Three brothers owning land in Staten Island challenged use of ULURP to exempt City from condemnation procedures. In 2002, the Planning Commission approved an application by the Department of Parks and Recreation to add 14.5 acres to the Skyline Playground, a neighborhood park in Staten Island. Six of the 14.5 acres belonged to the Putter brothers, who planned to develop the site and had a pending application with City Planning for 50 affordable townhouses.
The Putters sued in 2002, but dropped the suit when the City informed them that the map amendment would not impede their development plans. The brothers proceeded until 2004 when City Planning told the Putters that an application to down-zone large parts of Staten Island, including their six acres, could gain City approval before the Putters’ application.

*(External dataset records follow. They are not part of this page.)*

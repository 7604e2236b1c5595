using System.Collections.Immutable;
using SpecLint.Core.Units;

namespace SpecLint.Core.Analysis.Tolerance;

/// <summary>
/// The spread a real build will see: extremes over the tolerance box (every vertex plus a search inside
/// it, references.md §4 item 13) with the corner that gives each, and optionally a Monte Carlo run.
/// </summary>
/// <param name="VariedParameters">The parameters varied, in a stable order.</param>
/// <param name="PhaseMarginMin">The smallest phase margin; null when the loop gain never reaches 1 at some corner.</param>
/// <param name="PhaseMarginMinAt">The corner giving it.</param>
/// <param name="PhaseMarginMax">The largest phase margin (may lie inside the box).</param>
/// <param name="BandwidthMin">The smallest −3 dB bandwidth.</param>
/// <param name="BandwidthMinAt">The corner giving it.</param>
/// <param name="BandwidthMax">The largest −3 dB bandwidth.</param>
/// <param name="BandwidthMaxAt">The corner giving it.</param>
/// <param name="PeakingDbMax">The largest peaking.</param>
/// <param name="PeakingMaxAt">The corner giving it.</param>
/// <param name="UnstableCornerExists">True when at some corner the margin is undefined or below 0°.</param>
/// <param name="MonteCarlo">The Monte Carlo outcome, when requested.</param>
public sealed record ToleranceResult(
    ImmutableArray<VariedParameter> VariedParameters,
    Angle? PhaseMarginMin,
    Corner PhaseMarginMinAt,
    Angle? PhaseMarginMax,
    Frequency? BandwidthMin,
    Corner BandwidthMinAt,
    Frequency? BandwidthMax,
    Corner BandwidthMaxAt,
    double PeakingDbMax,
    Corner PeakingMaxAt,
    bool UnstableCornerExists,
    MonteCarloResult? MonteCarlo)
{
    /// <summary>The corner giving <see cref="PhaseMarginMax"/>.</summary>
    public Corner? PhaseMarginMaxAt { get; init; }

    /// <summary>Distinct points of the box analysed for the extremes (vertices plus the inner search).</summary>
    public int CornerEvaluations { get; init; }

    /// <summary>Parameters whose vertices were all enumerated (fewer than the loop parameters only past <see cref="ToleranceOptions.MaxVertexParameters"/>).</summary>
    public int VertexParameters { get; init; }
}
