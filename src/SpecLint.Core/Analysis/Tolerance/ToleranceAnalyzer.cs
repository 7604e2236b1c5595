using SpecLint.Core.Spec.Model;
using SpecLint.Core.Units;

namespace SpecLint.Core.Analysis.Tolerance;

/// <summary>
/// The spread of a spec's phase margin, bandwidth and peaking over its part tolerances and temperature range
/// (references.md §1 "Tolerances", §4 items 13–14), and optionally a seeded Monte Carlo yield.
/// </summary>
/// <remarks>
/// <para>Varied: every spread in the spec — Rf, Cf (its own tolerance, IEC 60062 letter codes absolute below
/// 10 pF) and, as a separate factor, Cf's dielectric over the temperature range (<see cref="Dielectric"/>), Cpar,
/// sensor capacitance, stray capacitance, Rsh, GBW, the second pole, the temperature range, the supply rails,
/// dark current and bias. Vos and Ib are error bounds the DC analysis applies at both signs, so they are not
/// varied; Ib does follow the temperature (<see cref="ToleranceOptions.BiasCurrentDoublingKelvin"/>).</para>
/// <para>Extremes: all 2ⁿ vertices of the parameters that enter the loop (the others cannot move phase margin,
/// bandwidth or peaking and are held typical there), then a coordinate-wise search inside the box from the
/// most extreme vertex of each figure (<see cref="CornerSearch"/>). Past
/// <see cref="ToleranceOptions.MaxVertexParameters"/> loop parameters only the most influential are enumerated.</para>
/// </remarks>
internal static class ToleranceAnalyzer
{
    /// <summary>Analyses the tolerances of a spec; null when nothing in it varies.</summary>
    /// <param name="spec">The spec.</param>
    /// <param name="options">What to compute; <see cref="ToleranceOptions.CornersOnly"/> for the cheap path.</param>
    public static ToleranceResult? Analyze(TiaSpec spec, ToleranceOptions options)
    {
        ArgumentNullException.ThrowIfNull(spec);
        ArgumentNullException.ThrowIfNull(options);
        var box = new ToleranceBox(spec, options);
        if (box.Axes.IsEmpty)
        {
            return null;
        }

        var search = new CornerSearch(box);
        var found = search.Run(options);
        var (minPmX, minPm) = found[Extreme.MinPhaseMargin];
        var (maxPmX, maxPm) = found[Extreme.MaxPhaseMargin];
        var (minBwX, minBw) = found[Extreme.MinBandwidth];
        var (maxBwX, maxBw) = found[Extreme.MaxBandwidth];
        var (peakX, peak) = found[Extreme.MaxPeaking];

        var monteCarlo = options.MonteCarlo is { } mc ? MonteCarloRunner.Run(box, spec, options, mc) : null;
        return new ToleranceResult(
            [.. box.Axes.Select(a => a.ToVariedParameter())],
            minPm.PhaseMarginDeg is { } a ? Angle.FromDegrees(a) : null,
            box.CornerAt(minPmX),
            maxPm.PhaseMarginDeg is { } b ? Angle.FromDegrees(b) : null,
            minBw.BandwidthHz is { } c ? new Frequency(c) : null,
            box.CornerAt(minBwX),
            maxBw.BandwidthHz is { } d ? new Frequency(d) : null,
            box.CornerAt(maxBwX),
            peak.PeakingDb,
            box.CornerAt(peakX),
            minPm.PhaseMarginDeg is not { } worst || worst < 0,
            monteCarlo)
        {
            PhaseMarginMaxAt = box.CornerAt(maxPmX),
            CornerEvaluations = search.Evaluations,
            VertexParameters = search.EnumeratedAxes,
        };
    }

    /// <summary>
    /// The operating point at a corner of <paramref name="spec"/>'s tolerance box (for example
    /// <see cref="ToleranceResult.PhaseMarginMinAt"/>), with Ib at that corner's temperature. Parameters the
    /// corner does not name are typical.
    /// </summary>
    /// <param name="spec">The spec the corner belongs to.</param>
    /// <param name="corner">The corner.</param>
    /// <param name="options">The options the corner was found with (for the bias-current temperature law).</param>
    public static Circuit CircuitAt(TiaSpec spec, Corner corner, ToleranceOptions? options = null)
    {
        ArgumentNullException.ThrowIfNull(spec);
        ArgumentNullException.ThrowIfNull(corner);
        var box = new ToleranceBox(spec, options ?? ToleranceOptions.CornersOnly);
        return box.Build(box.PointOf(corner));
    }
}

The Putters sued again, requesting that the court force the City to vote on their application. They claimed that City Planning purposely delayed their application while Staten Island’s down-zoning initiative worked its way through the land use process. Less than a month after the Putters’ suit, the City filed the required court proceeding to condemn the Putters’ six acres.

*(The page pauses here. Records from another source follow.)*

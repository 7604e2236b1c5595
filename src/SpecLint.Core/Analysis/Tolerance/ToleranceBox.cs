using System.Collections.Immutable;
using System.Globalization;
using SpecLint.Core.Spec.Model;
using SpecLint.Core.Units;

namespace SpecLint.Core.Analysis.Tolerance;

/// <summary>
/// The tolerance box of one spec: every spread as an axis, and the circuit at any point of the box.
/// Vos and Ib are not axes: they are error bounds the DC analysis already applies at both signs; Ib does
/// follow the temperature (<see cref="ToleranceOptions.BiasCurrentDoublingKelvin"/>).
/// </summary>
internal sealed class ToleranceBox
{

    private LoopHint? _hint;
    private readonly Circuit _typical;
    private readonly double _ibAt25;
    private readonly double _doublingKelvin;

    public ToleranceBox(TiaSpec spec, ToleranceOptions options)
    {
        ArgumentNullException.ThrowIfNull(spec);
        ArgumentNullException.ThrowIfNull(options);
        var nominalT = spec.Conditions.Nominal;
        _typical = CircuitFactory.Create(spec, nominalT, TypicalPicker.Instance);
        _ibAt25 = _typical.Ib.Amperes;
        // The spec's own figure for its op-amp wins over the run-wide default.
        _doublingKelvin = spec.Amplifier.BiasCurrentDoubling?.Kelvin ?? options.BiasCurrentDoublingKelvin;

        var axes = new List<ToleranceAxis>();
        var fb = spec.Feedback;
        Add(axes, AxisKind.FeedbackResistance, SpecPointers.FeedbackResistance, "Rf", fb.Resistance);
        if (fb.Capacitance is { } cf)
        {
            Add(axes, AxisKind.FeedbackCapacitance, SpecPointers.FeedbackCapacitance, "Cf", cf);
            var t = spec.Conditions.Temperature;
            if (Dielectric.TryParse(fb.Dielectric, out var d))
            {
                var (lo, hi) = d.TemperatureFactors(t.Min, t.Max);
                if (lo != hi)
                {
                    var range = t.IsExact ? Celsius(t.Typ) : $"{Celsius(t.Min)} .. {Celsius(t.Max)}";
                    var rated = d.IsRatedFor(t.Min, t.Max) ? "" : $"; outside its rated {Celsius(d.RatedLow)} .. {Celsius(d.RatedHigh)}, so the change may be larger";
                    var how = d.Class == 2 ? " (class 2: the full change, as a bound)" : "";
                    axes.Add(new ToleranceAxis(AxisKind.Dielectric, "/feedback/dielectric", "Cf dielectric", lo, 1, hi, null,
                        $"{d.Describe()} over {range}{how}{rated}"));
                }
            }
        }

        Add(axes, AxisKind.ParasiticCapacitance, SpecPointers.ParasiticCapacitance, "Cpar", fb.ParasiticCapacitance);
        Add(axes, AxisKind.SensorCapacitance, SpecPointers.SensorCapacitance, "Csensor", spec.Input.Capacitance);
        if (spec.Input.ShuntResistance is { } rsh)
        {
            Add(axes, AxisKind.ShuntResistance, SpecPointers.ShuntResistance, "Rsh", rsh);
        }

        if (spec.Input.SeriesResistance is { } rs)
        {
            Add(axes, AxisKind.SeriesResistance, SpecPointers.SeriesResistance, "Rs", rs);
        }

        Add(axes, AxisKind.StrayCapacitance, SpecPointers.StrayCapacitance, "Cstray", spec.Board.StrayCapacitance);
        Add(axes, AxisKind.Gbw, SpecPointers.Gbw, "GBW", spec.Amplifier.Gbw);
        if (spec.Amplifier.SecondPole is { } p2)
        {
            Add(axes, AxisKind.SecondPole, SpecPointers.SecondPole, "fp2", p2);
        }

        var temp = spec.Conditions.Temperature;
        if (temp.Min.Kelvin < temp.Max.Kelvin)
        {
            var ib = (double.IsPositiveInfinity(_doublingKelvin) || _doublingKelvin <= 0)
                ? "Ib fixed"
                : string.Create(CultureInfo.InvariantCulture, $"Ib doubles every {_doublingKelvin:0.##} K from 25 °C");
            axes.Add(new ToleranceAxis(AxisKind.Temperature, "/conditions/temperature", "T",
                temp.Min.Kelvin, nominalT.Kelvin, temp.Max.Kelvin, Dimension.Temperature,
                $"operating range; moves Rf's thermal noise, {ib}"));
        }

        Add(axes, AxisKind.SupplyPositive, SpecPointers.SupplyPositive, "V+", spec.Conditions.SupplyPositive);
        Add(axes, AxisKind.SupplyNegative, SpecPointers.SupplyNegative, "V−", spec.Conditions.SupplyNegative);
        Add(axes, AxisKind.DarkCurrent, SpecPointers.DarkCurrent, "Idark", spec.Input.DarkCurrent);
        Add(axes, AxisKind.Bias, SpecPointers.Bias, "Vbias", spec.Bias);
        Axes = [.. axes];
    }

    /// <summary>Every axis, in the stable order of the result.</summary>
    public ImmutableArray<ToleranceAxis> Axes { get; }

    /// <summary>The typical point of the box.</summary>
    public double[] TypicalPoint() => [.. Axes.Select(a => a.Typ)];

    /// <summary>
    /// The typical point's loop roots, where the corner search and every Monte Carlo sample start their own root
    /// search; found once per box.
    /// </summary>
    public LoopHint Hint => _hint ??= TiaAnalyzer.LoopHintOf(Build(TypicalPoint()));

    /// <summary>The circuit at a point of the box (one value per axis).</summary>
    public Circuit Build(ReadOnlySpan<double> x)
    {
        var v = Read(x);
        return _typical with
        {
            Rf = new Resistance(v.Rf),
            // The dielectric's temperature change and Cf's own tolerance are separate factors (references.md §4 item 13).
            Cf = new Capacitance(v.Cf * v.CfFactor),
            Cpar = new Capacitance(v.Cpar),
            SensorCapacitance = new Capacitance(v.Sensor),
            StrayCapacitance = new Capacitance(v.Stray),
            Rsh = v.Rsh is { } r ? new Resistance(r) : null,
            Gbw = new Frequency(v.Gbw),
            SecondPole = v.SecondPole is { } p ? new Frequency(p) : null,
            Temperature = new Temperature(v.Kelvin),
            Ib = new Current(IbAt(v.Kelvin)),
            SupplyPositive = new Voltage(v.SupplyPositive),
            SupplyNegative = new Voltage(v.SupplyNegative),
            Idark = new Current(v.Idark),
            Vbias = new Voltage(v.Vbias),
            SeriesResistance = new Resistance(v.SeriesResistance),
        };
    }

    /// <summary>
    /// The loop of the circuit at a point without building it, for Monte Carlo samples; false when that circuit has
    /// a switch, wiper, unselected branches or an access resistance (<see cref="Build"/> serves those).
    /// </summary>
    /// <remarks>The same values, summed in the same order, as the built circuit's, so the same figures to the bit.</remarks>
    public bool TryPlainLoop(ReadOnlySpan<double> x, out PlainLoop loop)
    {
        var c = _typical;
        loop = default;
        if (c.FeedbackSeriesResistance.Ohms > 0 || !c.OffBranches.IsDefaultOrEmpty)
        {
            return false;
        }

        var v = Read(x);
        if (v.SeriesResistance > 0)
        {
            return false;
        }

        var cfb = new Capacitance(v.Cf * v.CfFactor) + new Capacitance(v.Cpar);
        var cin = new Capacitance(v.Sensor) + c.CommonModeCapacitance + c.DifferentialCapacitance + new Capacitance(v.Stray);
        loop = new PlainLoop(v.Rf, cfb.Farads, v.Rsh, cin.Farads, c.A0.Linear, v.Gbw, v.SecondPole);
        return true;
    }

    private readonly record struct PointValues(
        double Rf,
        double Cf,
        double CfFactor,
        double Cpar,
        double Sensor,
        double Stray,
        double? Rsh,
        double Gbw,
        double? SecondPole,
        double Kelvin,
        double SupplyPositive,
        double SupplyNegative,
        double Idark,
        double Vbias,
        double SeriesResistance);

    private PointValues Read(ReadOnlySpan<double> x)
    {
        var c = _typical;
        double rf = c.Rf.Ohms, cf = c.Cf.Farads, cfFactor = 1, cpar = c.Cpar.Farads, cs = c.SensorCapacitance.Farads;
        double stray = c.StrayCapacitance.Farads, gbw = c.Gbw.Hertz, kelvin = c.Temperature.Kelvin;
        double vpos = c.SupplyPositive.Volts, vneg = c.SupplyNegative.Volts, idark = c.Idark.Amperes, vbias = c.Vbias.Volts;
        var rsh = c.Rsh?.Ohms;
        var rs = c.SeriesResistance.Ohms;
        var p2 = c.SecondPole?.Hertz;
        for (var i = 0; i < x.Length; i++)
        {
            var v = x[i];
            switch (Axes[i].Kind)
            {
                case AxisKind.FeedbackResistance: rf = v; break;
                case AxisKind.FeedbackCapacitance: cf = v; break;
                case AxisKind.Dielectric: cfFactor = v; break;
                case AxisKind.ParasiticCapacitance: cpar = v; break;
                case AxisKind.SensorCapacitance: cs = v; break;
                case AxisKind.ShuntResistance: rsh = v; break;
                case AxisKind.StrayCapacitance: stray = v; break;
                case AxisKind.Gbw: gbw = v; break;
                case AxisKind.SecondPole: p2 = v; break;
                case AxisKind.Temperature: kelvin = v; break;
                case AxisKind.SupplyPositive: vpos = v; break;
                case AxisKind.SupplyNegative: vneg = v; break;
                case AxisKind.DarkCurrent: idark = v; break;
                case AxisKind.Bias: vbias = v; break;
                case AxisKind.SeriesResistance: rs = v; break;
            }
        }

        return new PointValues(rf, cf, cfFactor, cpar, cs, stray, rsh, gbw, p2, kelvin, vpos, vneg, idark, vbias, rs);
    }

    /// <summary>The corner record of a point.</summary>
    public Corner CornerAt(ReadOnlySpan<double> x)
    {
        var settings = ImmutableArray.CreateBuilder<CornerSetting>(Axes.Length);
        for (var i = 0; i < Axes.Length; i++)
        {
            var a = Axes[i];
            settings.Add(new CornerSetting(a.Pointer, a.Label, a.EndOf(x[i]), a.Format(x[i])) { SiValue = x[i] });
        }

        return new Corner(settings.MoveToImmutable());
    }

    /// <summary>The point a corner names (its <see cref="CornerSetting.SiValue"/>s, typical for axes it does not list).</summary>
    public double[] PointOf(Corner corner)
    {
        var x = TypicalPoint();
        for (var i = 0; i < Axes.Length; i++)
        {
            foreach (var s in corner.Settings)
            {
                if (s.Pointer == Axes[i].Pointer)
                {
                    x[i] = s.SiValue;
                }
            }
        }

        return x;
    }

    private double IbAt(double kelvin) => BiasCurrentLaw.At(new Current(_ibAt25), new Temperature(kelvin), _doublingKelvin).Amperes;

    // The shortest round-trip text can print 40 °C as "4E+01 °C"; tables want plain figures.
    private static string Celsius(Temperature t) => QuantityFormat.FormatRounded(t.Kelvin, Dimension.Temperature, 4);

    private static void Add<T>(List<ToleranceAxis> axes, AxisKind kind, string pointer, string label, Spread<T> spread)
        where T : struct, IQuantity<T>
    {
        if (!(spread.Min.Si < spread.Max.Si))
        {
            return;
        }

        axes.Add(new ToleranceAxis(kind, pointer, label, spread.Min.Si, spread.Typ.Si, spread.Max.Si, T.Dimension, SourceOf(spread)));
    }

    private static string SourceOf<T>(Spread<T> s)
        where T : struct, IQuantity<T>
    {
        var minus = s.Typ.Si - s.Min.Si;
        var plus = s.Max.Si - s.Typ.Si;
        var absolute = s.Form == ToleranceForm.Absolute
            || (s.Form == ToleranceForm.LetterCode && T.Dimension == Dimension.Capacitance && s.Typ.Si < ToleranceLetterCode.AbsoluteThresholdFarads);
        string deviation;
        if (absolute)
        {
            // Compared as printed: 0.68 pF ± 0.25 pF gives limits whose differences disagree in the last bit.
            var (p, m) = (QuantityFormat.FormatRounded(plus, T.Dimension, 3), QuantityFormat.FormatRounded(minus, T.Dimension, 3));
            deviation = p == m ? "±" + p : $"+{p}/−{m}";
        }
        else if (s.Typ.Si != 0)
        {
            var lo = 100 * minus / Math.Abs(s.Typ.Si);
            var hi = 100 * plus / Math.Abs(s.Typ.Si);
            deviation = Math.Abs(lo - hi) < 1e-9 * Math.Max(1, hi)
                ? string.Create(CultureInfo.InvariantCulture, $"±{hi:0.###} %")
                : string.Create(CultureInfo.InvariantCulture, $"+{hi:0.###}/−{lo:0.###} %");
        }
        else
        {
            deviation = $"{QuantityFormat.FormatRounded(s.Min.Si, T.Dimension, 4)} .. {QuantityFormat.FormatRounded(s.Max.Si, T.Dimension, 4)}";
        }

        return s.Form switch
        {
            ToleranceForm.LetterCode => $"letter code {s.ToleranceText?.Trim()} (IEC 60062): {deviation}",
            ToleranceForm.Range => $"range {QuantityFormat.FormatRounded(s.Min.Si, T.Dimension, 4)} .. {QuantityFormat.FormatRounded(s.Max.Si, T.Dimension, 4)}",
            _ => deviation,
        };
    }
}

A lower court ordered the Planning Commission to vote on the brothers’ plan, but the court overturned the order after the City appealed. 3 CityLand 49 (April 15, 2006).
With the case pending, a court stayed the City’s condemnation. When the condemnation proceed ing recommenced, the Putters claimed that the City’s ULURP process in this case was insufficient to replace the hearing required under eminent domain law. The Putters claimed that the notices for the Parks map amendment referred to acquisition of private property, but did not specify acquisition through eminent domain. The City was not, as a result, acting as a condemnor when it conducted the ULURP hearings.

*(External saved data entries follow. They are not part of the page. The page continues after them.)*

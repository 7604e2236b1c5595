namespace SpecLint.Core.Analysis.Tolerance;

/// <summary>The value one varied parameter takes at a corner.</summary>
/// <param name="Pointer">JSON Pointer of the spec key (or a derived name such as "/conditions/temperature").</param>
/// <param name="Label">Short name for messages, e.g. "Cf", "GBW".</param>
/// <param name="End">Which end of its spread.</param>
/// <param name="Value">The value, formatted with its unit, e.g. "0.75 pF".</param>
public sealed record CornerSetting(string Pointer, string Label, CornerEnd End, string Value)
{
    /// <summary>
    /// The exact value in SI units (a factor for "/feedback/dielectric"), so a corner can be rebuilt
    /// (<see cref="ToleranceAnalyzer.CircuitAt"/>); <see cref="Value"/> is rounded for people.
    /// </summary>
    public double SiValue { get; init; }
}
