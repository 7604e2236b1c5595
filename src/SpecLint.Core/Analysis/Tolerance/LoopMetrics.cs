namespace SpecLint.Core.Analysis.Tolerance;

/// <summary>The small-signal figures the tolerance analysis tracks at one point of the box.</summary>
/// <param name="PhaseMarginDeg">Phase margin in degrees; null when |T| never falls through 1.</param>
/// <param name="BandwidthHz">−3 dB bandwidth; null when not found.</param>
/// <param name="PeakingDb">Peaking in dB.</param>
internal readonly record struct LoopMetrics(double? PhaseMarginDeg, double? BandwidthHz, double PeakingDb)
{
    /// <summary>Analyses a circuit on the loop-only path (<see cref="TiaAnalyzer.LoopFigures(Circuit, int)"/>).</summary>
    public static LoopMetrics Of(Circuit circuit) => Of(circuit, LoopHint.None);

    /// <summary><see cref="Of(Circuit)"/> starting from the roots of a nearby point (the box's typical one).</summary>
    public static LoopMetrics Of(Circuit circuit, in LoopHint hint)
    {
        var (pm, bw, peak) = TiaAnalyzer.LoopFigures(circuit, hint);
        return new LoopMetrics(pm, bw, peak);
    }

    /// <summary>
    /// <see cref="Of(Circuit, in LoopHint)"/> at a point of a box: a plain circuit's loop is read from the point
    /// without building the circuit, so a Monte Carlo sample allocates nothing.
    /// </summary>
    public static LoopMetrics At(ToleranceBox box, ReadOnlySpan<double> x, in LoopHint hint)
    {
        if (box.TryPlainLoop(x, out var loop) && loop.TryFigures(20, hint, out var f, out _))
        {
            return new LoopMetrics(f.PhaseMarginDeg, f.BandwidthHz, f.PeakingDb);
        }

        return Of(box.Build(x), hint);
    }

    /// <summary>The same figures from the full analysis (what <see cref="Of(Circuit)"/> must agree with).</summary>
    public static LoopMetrics OfFullAnalysis(Circuit circuit)
    {
        var r = TiaAnalyzer.Analyze(circuit, AnalysisOptions.WithoutNoise);
        return new LoopMetrics(r.PhaseMargin?.Degrees, r.Bandwidth?.Hertz, r.PeakingDb);
    }
}
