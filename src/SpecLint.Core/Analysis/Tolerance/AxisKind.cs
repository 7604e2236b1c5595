namespace SpecLint.Core.Analysis.Tolerance;

/// <summary>Which circuit value a tolerance axis moves.</summary>
internal enum AxisKind
{
    FeedbackResistance,
    FeedbackCapacitance,
    Dielectric,
    ParasiticCapacitance,
    SensorCapacitance,
    ShuntResistance,
    StrayCapacitance,
    Gbw,
    SecondPole,
    Temperature,
    SupplyPositive,
    SupplyNegative,
    DarkCurrent,
    Bias,
    SeriesResistance,
}
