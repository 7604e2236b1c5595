namespace SpecLint.Core.Analysis.Tolerance;

/// <summary>
/// SplitMix64 (G. Steele, D. Lea, C. Flood, "Fast splittable pseudorandom number generators", OOPSLA 2014;
/// constants as in S. Vigna's public-domain splitmix64.c). Written out here so results do not depend on the
/// runtime's <see cref="Random"/>, whose algorithm may change between .NET versions.
/// </summary>
internal struct SplitMix64
{
    private const ulong Gamma = 0x9E3779B97F4A7C15;

    private ulong _state;

    /// <summary>A generator whose first output is Mix(seed + γ).</summary>
    public SplitMix64(ulong seed)
    {
        _state = seed;
    }

    /// <summary>
    /// The generator of Monte Carlo sample <paramref name="index"/>: seeded with output number index + 1 of a
    /// parent generator seeded with <paramref name="seed"/>. Each sample's draws depend only on (seed, index),
    /// never on which thread ran it or in what order.
    /// </summary>
    public static SplitMix64 ForSample(long seed, long index) =>
        new(Mix(unchecked((ulong)seed + (((ulong)index + 1) * Gamma))));

    /// <summary>The finaliser: a bijective 64-bit mix.</summary>
    public static ulong Mix(ulong z)
    {
        unchecked
        {
            z = (z ^ (z >> 30)) * 0xBF58476D1CE4E5B9;
            z = (z ^ (z >> 27)) * 0x94D049BB133111EB;
            return z ^ (z >> 31);
        }
    }

    /// <summary>The next 64 random bits.</summary>
    public ulong Next()
    {
        unchecked
        {
            _state += Gamma;
        }

        return Mix(_state);
    }

    /// <summary>A uniform double in [0, 1) from the top 53 bits.</summary>
    public double NextDouble() => (Next() >> 11) * (1.0 / (1UL << 53));

    /// <summary>A standard normal draw (Box–Muller, cosine branch only, so each call uses exactly two outputs).</summary>
    public double NextNormal()
    {
        // 1 − u is in (0, 1], so the logarithm is finite.
        var u1 = 1 - NextDouble();
        var u2 = NextDouble();
        return Math.Sqrt(-2 * Math.Log(u1)) * Math.Cos(2 * Math.PI * u2);
    }
}
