namespace SpecLint.Core.Analysis.Tolerance;

/// <summary>A parameter the tolerance analysis varies, with its limits as factors or values.</summary>
/// <param name="Pointer">JSON Pointer of the spec key.</param>
/// <param name="Label">Short name, e.g. "Cf".</param>
/// <param name="Low">The low limit, formatted with its unit.</param>
/// <param name="Typical">The typical value, formatted with its unit.</param>
/// <param name="High">The high limit, formatted with its unit.</param>
/// <param name="Source">Where the spread comes from, e.g. "±0.25 pF (C) and C0G ±30 ppm/K over -10 °C .. 60 °C".</param>
public sealed record VariedParameter(string Pointer, string Label, string Low, string Typical, string High, string Source);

Justice Abraham Gerges granted the City’s condemnation petition, ruling that the City’s procedures satisfied the requirements of the eminent domain law. The City had considered and submitted to the Planning Commission the factors set out in the eminent domain law; the City clearly stated that its application pertained to the demapping of streets, the creation of the park, and acquisition or disposition of property related to that purpose. In addition, the court found that the Charter envisioned that property taken by eminent domain could be reviewed in accordance with ULURP. Finally, the court ruled that the Putters’ claims concerning the propriety of the ULURP process should have been raised in an article 78 proceeding. If the Putters were allowed to bring claims relating to ULURP during the City’s condemnation proceeding, the exemption provision of the eminent domain law would have no practical value.
Jones Woods Park Addition to the Skyline Playground, 2006 NY Slip Op 26433, Oct. 25, 2006 (Kings Cty.Sup.Ct.) (Gerges, J.).